17 октября 1958 года на похоронах Николая Заболоцкого выступил Борис Слуцкий: "Наша многострадальная литература понесла тяжелую утрату". За непростительную дерзость - что за "многострадальная"! - по словам Окуджавы, партийного Слуцкого потом прорабатывали коллеги. А Заболоцкому, чудом уцелевшему в лагерях, чудом вернувшему свой поэтический дар и умершему в линялой пижамке, портной уже после смерти принес долгожданный черный костюм - в нем поэта положили в гроб.
Был еще и Александр Фадеев, застрелившийся 13 мая 1956 года. Совсем недавно он обличал безыдейный формализм Пастернака, легко включался в травлю любого, на кого карта ляжет. И вдруг - три года его не подпускают к Хрущеву, и в этой мировоззренческой катастрофе перед ним всплывает в зеркале - и собственный загубленный талант, и пейзаж после битвы: "литература отдана во власть людей неталантливых, мелких, злопамятных". Застрелиться и не жить.

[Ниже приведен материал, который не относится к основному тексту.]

import { writeFile } from 'node:fs/promises';
import { checkPart } from '@foldwright/shared/rules/check-part';
import type { DocumentInput } from '../../documents/document-input';
import { makeDxf } from '../../documents/dxf';
import { makeFullSizePrint } from '../../documents/full-size-print';
import { makeDrawing } from '../../documents/part-drawing';
import { BadInput, type CommandOutput, runCommand } from '../command';
import { developOrBadInput, readPartArguments } from '../part-file';

async function write(fileName: string, bytes: Buffer): Promise<void> {
  await writeFile(fileName, bytes).catch(() => {
    throw new BadInput(`${fileName} can’t be written`);
  });
}

/**
 * `export PART.json [--dxf FILE] [--pdf FILE] [--print FILE] [--paper A4|Letter] [--stock trial|production]`: the same
 * documents that a release makes, marked as a draft.
 */
export function runExport(argv: readonly string[], io: CommandOutput): Promise<number> {
  return runCommand('export', io, async () => {
    const { file, options } = await readPartArguments(argv, ['dxf', 'pdf', 'print', 'paper']);
    const { dxf, pdf, print, paper = 'A4' } = options;
    if (dxf === undefined && pdf === undefined && print === undefined) {
      throw new BadInput('say what to write: --dxf FILE, --pdf FILE, --print FILE');
    }
    if (paper !== 'A4' && paper !== 'Letter') throw new BadInput(`--paper is A4 or Letter, not ${paper}`);
    const input: DocumentInput = {
      partName: file.name,
      partNumber: file.name,
      revisionLetter: 'A',
      isDraft: true,
      hash: null,
      releasedAt: null,
      releasedBy: null,
      workshopName: '',
      role: file.role,
      document: file.document,
      development: developOrBadInput(file),
      findings: checkPart(file.document, file.role),
      statement: file.document.making.statement,
    };
    if (dxf !== undefined) await write(dxf, await makeDxf(input));
    if (pdf !== undefined) await write(pdf, await makeDrawing(input));
    if (print !== undefined) await write(print, await makeFullSizePrint(input, { paper }));
  });
}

А может быть, нелепицы и морок пошлости - лишь неизбежный атрибут, сопровождающий и оттеняющий любые подлинно высокие трагедии? Писал же Горький после похорон Чехова своей первой жене Екатерине Пешковой: всю жизнь боролся с мещанством, а доставили покойного из Ялты в вагоне "для перевозки устриц" и место для могилы нашли - рядом с г-жой О. Кукареткиной. Отчего захотелось Горькому "выть, реветь, драться от негодования, от злобы".